Ces deux feuilles extraites d'un livre d'heures manuscrit (dont le musée possède une autre feuille représentant Le Festin du mauvais riche et de sa femme) ont subi quelques altérations. En effet, le large cadre devait englober, sous l'image principale, plusieurs lignes de texte, suivant une présentation très en vogue au XVIe siècle. Ce texte a été découpé et la hauteur de la page s'en est trouvée ainsi raccourcie. A l'aide de miniatures contemporaines, il est possible de se faire une idée assez précise de la disposition d'origine. Les montants devaient se composer de deux éléments de colonne superposés, de même hauteur, séparés par une bague et dont seul subsiste celui de la partie supérieure. La base, en revanche, est conservée dans son intégralité.

La partie basse de l'Annonciation, avec son fragment de verdure et de chemin de terre, ne provient pas de cette scène mais d'une autre page du livre d'heures se déroulant en plein air : la Visitation, la Nativité, l'Adoration des Mages ou bien encore la Fuite en Egypte.

Les deux peintures sont placées dans un encadrement imposant, dans lequel l'artiste développe sa connaissance du vocabulaire décoratif inspiré de la Renaissance italienne qui se répand dans la première décennie du XVIe siècle en France : cornes d'abondance, putti, guirlandes de pierres précieuses et de feuillage. Il adapte également à cette esthétique la forme de l'écu, représenté ici avec une découpe Renaissance dans une couronne de laurier placée au milieu de l'arcature de l'Annonciation. L'écu est demeuré vierge, ce qui suggère que le manuscrit a été conçu sans commanditaire précis en vue. Chaque colonne possède son propre décor : motifs de fleurs de lys, de spirales, de torsades ou encore de vaguelettes.

On reconnaît la palette habituelle de Jean Pichore, avec ses dominantes de blancs, de roux, d'or lavé et de marron. Deux couleurs, le vert vif et le bleu profond, appliquées en de larges aplats tranchent dans cette harmonie.
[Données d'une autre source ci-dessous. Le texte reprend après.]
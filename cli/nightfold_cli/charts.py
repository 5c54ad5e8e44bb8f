"""Charts of a scan: its points over one axis, or as a map over two."""

from __future__ import annotations

import math
from collections.abc import Sequence
from typing import TYPE_CHECKING

from nightfold.concise import short
from nightfold_cli.canvas import Line
from nightfold_cli.plots import Chart, Label, Points, shading
from nightfold_cli.settings import setting

if TYPE_CHECKING:
    from nightfold.scans.axes import Axis
    from nightfold_cli.points import Point

_WIDEST = 100


def chart_of_points(
    points: Sequence[Point],
    x: Label,
    y: Label,
    width: int,
    height: int,
    unicode: bool,
    curve: tuple[Sequence[float], Sequence[float]] | None = None,
    observables: Sequence[str] = (),
) -> Chart:
    """Return a chart of means with bars of one stderr, and a curve if there is one.

    Drawn are the readings that `observables` names, at most four; without them, the one that `y` names.
    """
    across = [float(point.at[0]) for point in points]
    series = []
    for name in observables or (y.name,):
        readings = [point.readings[name] for point in points]
        means, bars = [reading.mean for reading in readings], [reading.stderr for reading in readings]
        series.append(Points(across, means, bars, name=name))
    return Chart(
        series[0],
        x,
        y,
        width=min(width, _WIDEST) - 1,
        height=height,
        curve=curve,
        unicode=unicode,
        others=series[1:],
    )


def map_of_points(
    points: Sequence[Point], axes: Sequence[Axis], observable: str, *, unicode: bool
) -> list[Line]:
    """Return a map of means as shades: the longer axis to the right, the other one upwards."""
    across, up = (0, 1) if axes[0].points >= axes[1].points else (1, 0)
    means = {(point.at[across], point.at[up]): point.readings[observable].mean for point in points}
    columns, rows = axes[across].values, axes[up].values[::-1]
    grid = [[means.get((column, row), math.nan) for column in columns] for row in rows]
    shades = shading(grid, unicode=unicode)
    finite = [value for row in grid for value in row if math.isfinite(value)]
    if not finite:
        return [[("(nothing finite to draw)", "label")]]
    names = [setting(row) for row in rows]
    margin = max(map(len, names))
    body: list[Line] = [
        [(f"  {name.rjust(margin)} ", "label"), ("|", "axis"), (text, "data"), ("|", "axis")]
        for name, text in zip(names, shades, strict=True)
    ]
    ends = f"{setting(columns[0])} to {setting(columns[-1])}"
    return [
        [(f"  {_title(axes[up])} upwards", "label")],
        *body,
        [(f"  {' ' * margin}  {_title(axes[across])}, {ends}", "label")],
        [(f"  {' ' * margin}  blank {short(min(finite))}, full {short(max(finite))}, ?? no shot", "label")],
    ]


def _title(axis: Axis) -> str:
    """Return name and unit of an axis."""
    return f"{axis.parameter} ({axis.unit})" if axis.unit else axis.parameter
Dans l'Annonciation, la Vierge, assise dans un fauteuil, a posé un livre sur ses genoux. Elle lève les mains, surprise dans sa lecture par l'ange Gabriel.
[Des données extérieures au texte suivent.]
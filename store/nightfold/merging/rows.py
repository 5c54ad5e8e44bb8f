"""Pointing rows that refer to one thing to another, in whatever table they stand."""

from __future__ import annotations

from collections.abc import Mapping, Sequence
from typing import Any

from sqlalchemy import Column, Connection, Table, bindparam, case, delete, select, union, update

from nightfold import tables
from nightfold.ledger.rows import chunks
from nightfold.settings import digest_of_sum, hash_setting

_PART = 200


def referring(target: Table) -> list[Column[Any]]:
    """Return every column that refers to a table by its id."""
    return [
        column
        for table in tables.metadata.sorted_tables
        for column in table.columns
        if column.references(target.c.id)
    ]


def point_to(connection: Connection, target: Table, ids: Mapping[int, int]) -> None:
    """Make everything that refers to the old ids refer to the new ones, and delete the old rows."""
    if not ids:
        return
    for part in chunks(sorted(ids), _PART):
        mapping = {old: ids[old] for old in part}
        for column in referring(target):
            moved = case(mapping, value=column, else_=column)
            connection.execute(update(column.table).where(column.in_(part)).values({column.name: moved}))
        connection.execute(delete(target).where(target.c.id.in_(part)))


def own_sets(connection: Connection, machine_id: int) -> list[int]:
    """Return the value sets of a machine, also those that no shot points to any more."""
    shot, sequence, rest, parameter = tables.shot, tables.sequence, tables.set_value, tables.parameter
    of_shots = select(shot.c.set_id).join(sequence, sequence.c.id == shot.c.sequence_id)
    of_names = select(rest.c.set_id).join(parameter, parameter.c.id == rest.c.parameter_id)
    both = union(
        of_shots.where(sequence.c.machine_id == machine_id),
        of_names.where(parameter.c.machine_id == machine_id),
    )
    return sorted(connection.execute(both).scalars())


def rename_sets(connection: Connection, set_ids: Sequence[int], old: str, into: str) -> int:
    """Give value sets the digests that they have under another machine's name; return how many were there already.

    The digest of a set is a sum of hashes, one of which is that of the machine's name. A set that is there already is
    the one that shots point to from now on; the other goes.
    """
    table, content, shot = tables.value_set, tables.set_value, tables.shot
    shift = hash_setting(into, "machine") - hash_setting(old, "machine")
    twins: dict[int, int] = {}
    for part in chunks(set_ids):
        rows = connection.execute(select(table.c.id, table.c.digest).where(table.c.id.in_(part))).all()
        digests = {row.id: digest_of_sum(int.from_bytes(row.digest, "little") + shift) for row in rows}
        known = select(table.c.id, table.c.digest).where(table.c.digest.in_(digests.values()))
        there = {bytes(row.digest): row.id for row in connection.execute(known)}
        fresh = [{"of_set": key, "new": digest} for key, digest in digests.items() if digest not in there]
        twins |= {key: there[digest] for key, digest in digests.items() if digest in there}
        if fresh:
            this = table.c.id == bindparam("of_set")
            connection.execute(update(table).where(this).values(digest=bindparam("new")), fresh)
    for part in chunks(sorted(twins), _PART):
        mapping = {key: twins[key] for key in part}
        moved = case(mapping, value=shot.c.set_id)
        connection.execute(update(shot).where(shot.c.set_id.in_(part)).values(set_id=moved))
        connection.execute(delete(content).where(content.c.set_id.in_(part)))
        connection.execute(delete(table).where(table.c.id.in_(part)))
    return len(twins)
La parabole du repas du mauvais riche et de Lazare quêtant sa nourriture (Luc XVI :19-31) introduit l'office des morts. Jean Pichore a souvent représenté cette scène durant sa longue carrière. La structure de la composition est toujours basée sur une diagonale mise en valeur par la table derrière laquelle se trouvent le mauvais riche et sa femme, assis sur un large banc. On reconnaît à l'arrière-plan de la feuille de Tours, sous le porche du palais, la silhouette de Lazare faisant le geste de se découvrir, utilisé dans les Heures dites de Henri IV, peintes par Pichore vers 1500. En rupture avec ses œuvres du tournant du siècle, Pichore délaisse, à partir des années 1510-1520, sa manière archéologique inspirée des gravures mantegnesques, et surcharge moins l'espace de multiples constructions architecturales ou d'ornements sculptés plaqués sur les murs.